Identification module, identifies for the voice received described receiver module;

Described sending module, take turns dialog server for being sent to by the voice identification result of described identification module identification more, so that institute's speech recognition result sends to keyword to understand server by described many wheel dialog servers carry out context understanding, receive and preserve the result that the context understanding that server sends understood in described keyword, and determine the intention of the voice that described user inputs according to the result of the context understanding of preserving, and generate report result according to described intention; And after described receiver module receives the report result of described many wheel dialog servers transmission, send to described terminal to carry out voice broadcast described report result.

17. devices according to claim 16, is characterized in that,

Described identification module, specifically for determining the starting and ending of every words in described voice by quiet detection technique.

18. devices according to claim 16 or 17, is characterized in that,

Described sending module, specifically for after determining that the voice identification result obtained reaches predetermined degree of confidence, sends to the voice identification result reaching described predetermined degree of confidence and takes turns dialog server more.

19. 1 kinds of man machine language's interactive devices, is characterized in that, comprising:

Receiver module, for carrying out in the process of voice broadcast in terminal to the report result that speech recognition server sends, receives the voice of the user's input using described terminal; And after described voice are sent to described speech recognition server by sending module, receive the report result that described speech recognition server sends, the report result that described speech recognition server sends is that described many wheel dialog servers send to described speech recognition server;

Described sending module, voice for being received by described receiver module send to described speech recognition server, to make described speech recognition server, described voice are identified, and voice identification result is sent to take turns dialog server more, send to keyword to understand server institute's speech recognition result by described many wheel dialog servers and carry out context understanding, receive and preserve the result that the context understanding that server sends understood in described keyword, and the intention of the voice that described user inputs is determined according to the result of the context understanding of preserving, and generate report result according to described intention,

Report module, for reporting the report result that described receiver module receives.
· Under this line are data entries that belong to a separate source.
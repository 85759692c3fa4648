package engine_test

import (
	"encoding/json"
	"net/http"
	"strings"
	"testing"
	"time"
)

// Edits made on the server by someone else keep the derived Observation's
// identifiers, as any edit of a resource does. When the service next
// writes the value (a revision whose If-Match fails, or a create sent
// again whose condition matches), what it reads is its own only if it says
// what the service wrote for that key and status; a revision it did not
// write is never overwritten: the write goes to the dead letters, with the
// reason. A new version that changes nothing a reader acts on (a server
// re-saving the resource with a tag) is still the service's value, and is
// revised.
func TestForeignEditKeepingIdentifiersIsNeverOverwritten(t *testing.T) {
	note := func(m map[string]any, text string) {
		notes, _ := m["note"].([]any)
		m["note"] = append(notes, map[string]any{"text": text})
	}
	value := func(m map[string]any, v float64) {
		vq, _ := m["valueQuantity"].(map[string]any)
		vq["value"] = v
	}
	for _, tc := range []struct {
		name string
		// create: the value is edited after the create landed but before
		// its lost answer is retried; otherwise before a revision.
		create  bool
		edit    func(m map[string]any)
		foreign bool
	}{
		{"revision meets: marked entered-in-error with a note", false, func(m map[string]any) {
			m["status"] = "entered-in-error"
			note(m, "wrong patient, per ICU nurse")
		}, true},
		{"revision meets: value corrected", false, func(m map[string]any) {
			m["status"] = "corrected"
			value(m, 1)
			note(m, "corrected by hand")
		}, true},
		{"revision meets: value changed, status and notes kept", false, func(m map[string]any) { value(m, 1) }, true},
		{"revision meets: a note added, status kept", false, func(m map[string]any) { note(m, "discussed on the ward round") }, true},
		{"revision meets: re-saved with a tag, nothing else changed", false, func(m map[string]any) {
			m["meta"] = map[string]any{"tag": []any{map[string]any{"system": "https://example.org/tags", "code": "audited"}}}
		}, false},
		{"create sent again meets: marked entered-in-error with a note", true, func(m map[string]any) {
			m["status"] = "entered-in-error"
			note(m, "wrong patient, per ICU nurse")
		}, true},
		{"create sent again meets: value changed, status kept", true, func(m map[string]any) { value(m, 1) }, true},
		{"create sent again meets: re-saved with a tag, nothing else changed", true, func(m map[string]any) {
			m["meta"] = map[string]any{"tag": []any{map[string]any{"system": "https://example.org/tags", "code": "audited"}}}
		}, false},
	} {
		t.Run(tc.name, func(t *testing.T) {
			r := newWriteRig(t, 0)
			r.open()
			if tc.create {
				r.fake.Drop(http.MethodPost, "", 1)
			}
			r.ingest(append(r.inputs, r.gas(1, 44))...)
			if tc.create {
				r.eng.FlushNow(t.Context()) // the create lands, its answer is lost
			} else {
				r.mustDrain(5)
			}
			target := r.anyValue()
			r.editOnServer(target, tc.edit)
			edited := r.fake.History("Observation", target.id)
			if !tc.create {
				r.ingest(r.gas(2, 47))
			}
			r.drain(10)
			after := r.fake.History("Observation", target.id)
			reasons := r.deadLetters()
			if !tc.foreign {
				if len(reasons) != 0 {
					t.Fatalf("dead letters %q for a value only re-saved on the server", reasons)
				}
				r.wantCurrent(2)
				return
			}
			if len(after) != len(edited) || string(after[len(after)-1]) != string(edited[len(edited)-1]) {
				t.Errorf("the edit on the server was overwritten (%d versions, was %d); the server now holds: %.300s", len(after), len(edited), after[len(after)-1])
			}
			if len(reasons) != 1 || !strings.Contains(reasons[0], "did not write") {
				t.Errorf("dead letters %q, want the write buried because the server holds a revision this service did not write", reasons)
			}
		})
	}
}

// A create whose condition matches a value of the series that another
// store of this service wrote (serve from fewer readings, before a
// backfill with a ledger of its own) is updated to the create's value: the
// ledger cannot compare that value with what it wrote, but it holds a live
// status this service writes. The derivation keeps one Provenance each.
func TestCreateMatchingAnotherStoresValueIsUpdated(t *testing.T) {
	r := newWriteRig(t, 0)
	r.openAndCreate()
	// Another store, which never saw version 1 of the blood gas.
	r.path = r.path + ".other"
	r.restart()
	r.ingest(append(r.inputs, r.gas(2, 47))...)
	r.mustDrain(5)
	r.wantCurrent(2)
	if got := len(r.provenances()); got != 2 {
		t.Errorf("%d Provenances on the server, want 2", got)
	}
	// Withdrawn by the other store, its value is no longer one this store
	// may take over: a third store's create leaves it to an operator.
	r.ingest(obs("gas", "3", "entered-in-error", "2019-8", "mm[Hg]", 47, r.at, r.updated.Add(3*time.Minute)))
	r.mustDrain(5)
	r.path = r.path + ".third"
	r.restart()
	r.ingest(append(r.inputs, r.gas(4, 50))...)
	r.drain(5)
	if reasons := r.deadLetters(); len(reasons) != 1 || !strings.Contains(reasons[0], "no record") {
		t.Errorf("dead letters %q, want the create buried: the withdrawn value is not one it can compare", reasons)
	}
	for _, vs := range r.values() {
		var o struct{ Status string }
		_ = json.Unmarshal(vs[0].raw, &o)
		if o.Status != "entered-in-error" {
			t.Errorf("a withdrawn value of another store was overwritten: status %s", o.Status)
		}
	}
}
20. devices according to claim 19, is characterized in that,

Described receiver module, specifically for reporting in described terminal in the process of the report result that speech recognition server sends, by echo cancellation technology, eliminating the input from Text To Speech TTS voice of playing, only receiving the voice of described user input.
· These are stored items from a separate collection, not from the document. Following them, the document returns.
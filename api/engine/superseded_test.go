package engine_test

import (
	"context"
	"encoding/json"
	"fmt"
	"strings"
	"testing"
	"time"

	"github.com/deadspace-fhir/deadspace/api/engine"
	"github.com/deadspace-fhir/deadspace/api/engine/enginetest"
	"github.com/deadspace-fhir/deadspace/api/store/boltstore"
	"github.com/deadspace-fhir/deadspace/derive"
	"github.com/deadspace-fhir/deadspace/fhir/decode"
)

// TestExplainSupersededValue: the key a clinician may have acted on stays
// explainable after a correction replaced it: the explanation is of the
// earlier value, from the derivation it was computed from, marked
// superseded with the key that replaced it and why.
func TestExplainSupersededValue(t *testing.T) {
	st := enginetest.OpenStore(t, boltstore.Options{NoSync: true})
	enc := enginetest.Encoder(t)
	eng, err := engine.New(engine.Config{Store: st, Decoder: decode.New(decode.Options{}), Encoder: enc, Derive: derive.DefaultConfig()})
	if err != nil {
		t.Fatal(err)
	}
	ctx := context.Background()
	at := time.Now().Add(-time.Hour).Truncate(time.Minute)
	updated := at.Add(10 * time.Minute)
	inputs := []json.RawMessage{obs("gas", "1", "final", "2019-8", "mm[Hg]", 44, at, updated)}
	for m := -2; m <= 2; m++ {
		inputs = append(inputs, obs(fmt.Sprintf("et%d", m+2), "1", "final", "19891-1", "mm[Hg]", 36, at.Add(time.Duration(m)*time.Minute), updated))
	}
	step := func(raws ...json.RawMessage) []engine.Record {
		t.Helper()
		if _, err := eng.Ingest(ctx, "test", raws); err != nil {
			t.Fatal(err)
		}
		if err := eng.EvaluateNow(ctx); err != nil {
			t.Fatal(err)
		}
		recs, err := eng.Derivations(ctx, "Patient/w1", time.Time{}, at.Add(time.Hour), "", 10)
		if err != nil {
			t.Fatal(err)
		}
		return recs
	}
	first := step(inputs...)
	if len(first) == 0 {
		t.Fatal("nothing derived")
	}
	second := step(obs("gas", "2", "amended", "2019-8", "mm[Hg]", 47, at, updated.Add(time.Minute)))
	third := step(obs("gas", "3", "entered-in-error", "2019-8", "mm[Hg]", 47, at, updated.Add(2*time.Minute)))

	for i, old := range first {
		rec, err := eng.Derivation(ctx, old.Key)
		if err != nil {
			t.Fatal(err)
		}
		if rec.Superseded == nil {
			t.Fatalf("value %d: an earlier key explained without being marked superseded", i)
		}
		if rec.Key != old.Key || rec.Status != "final" {
			t.Errorf("value %d: explained key %s status %s, want the earlier %s, final", i, rec.Key, rec.Status, old.Key)
		}
		if rec.Superseded.Key != second[i].Key || rec.Superseded.Status != "entered-in-error" || !strings.Contains(rec.Superseded.Because, "withdrawn") {
			t.Errorf("value %d: superseded by %+v, want key %s, withdrawn, with the reason", i, rec.Superseded, third[i].Key)
		}
		ex, err := eng.Explain(ctx, rec)
		if err != nil {
			t.Fatal(err)
		}
		if ex.Derivation == nil || !strings.HasSuffix(ex.Derivation.Gas.Ref, "/_history/1") || ex.Derivation.Gas.Value != 44 {
			t.Errorf("value %d: explained from %+v, want the first version of the blood gas (44)", i, ex.Derivation)
		}
		if ex.AlgorithmVersion == "" {
			t.Errorf("value %d: the earlier value's key did not match its own derivation", i)
		}
	}
	// The current key is explained as current.
	rec, err := eng.Derivation(ctx, third[0].Key)
	if err != nil {
		t.Fatal(err)
	}
	if rec.Superseded != nil {
		t.Errorf("the current key was marked superseded: %+v", rec.Superseded)
	}
}

// TestInputOlderThanRetentionIsRefusedWithItsReason: a reading whose
// retention is already over is not stored (it would be pruned and never
// derived), and the answer and the metrics say so with a reason of its
// own.
func TestInputOlderThanRetentionIsRefusedWithItsReason(t *testing.T) {
	st := enginetest.OpenStore(t, boltstore.Options{NoSync: true})
	enc := enginetest.Encoder(t)
	counted := map[derive.Reason]int{}
	eng, err := engine.New(engine.Config{Store: st, Decoder: decode.New(decode.Options{}), Encoder: enc, Derive: derive.DefaultConfig(),
		Retention: 24 * time.Hour, Hooks: engine.Hooks{LeftOut: func(r derive.Reason) { counted[r]++ }}})
	if err != nil {
		t.Fatal(err)
	}
	old := time.Now().Add(-25 * time.Hour)
	rec, err := eng.Ingest(context.Background(), "test", []json.RawMessage{
		obs("old", "1", "final", "19891-1", "mm[Hg]", 36, old, old),
		obs("new", "1", "final", "19891-1", "mm[Hg]", 36, time.Now().Add(-time.Hour), time.Now()),
	})
	if err != nil {
		t.Fatal(err)
	}
	if rec.Accepted != 1 || len(rec.Rejected) != 1 || rec.Rejected[0].Reason != derive.ReasonPastRetention || rec.Rejected[0].Index != 0 {
		t.Fatalf("receipt %+v: want the old reading rejected as %s and the new one accepted", rec, derive.ReasonPastRetention)
	}
	if counted[derive.ReasonPastRetention] != 1 {
		t.Errorf("left-out counts %v, want one %s", counted, derive.ReasonPastRetention)
	}
	if n, err := eng.InputCount(context.Background(), "Patient/w1"); err != nil || n != 1 {
		t.Errorf("stored inputs %d (%v), want only the new one", n, err)
	}
}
21. devices according to claim 19 or 20, is characterized in that,

Described sending module, the voice specifically for the predetermined length described user inputted send to described speech recognition server.

22. devices according to claim 19 or 20, is characterized in that,

Described sending module, specifically for being determined the starting and ending of every words in the voice that described user inputs by quiet detection technique, only sends to described speech recognition server by the recording comprising voice.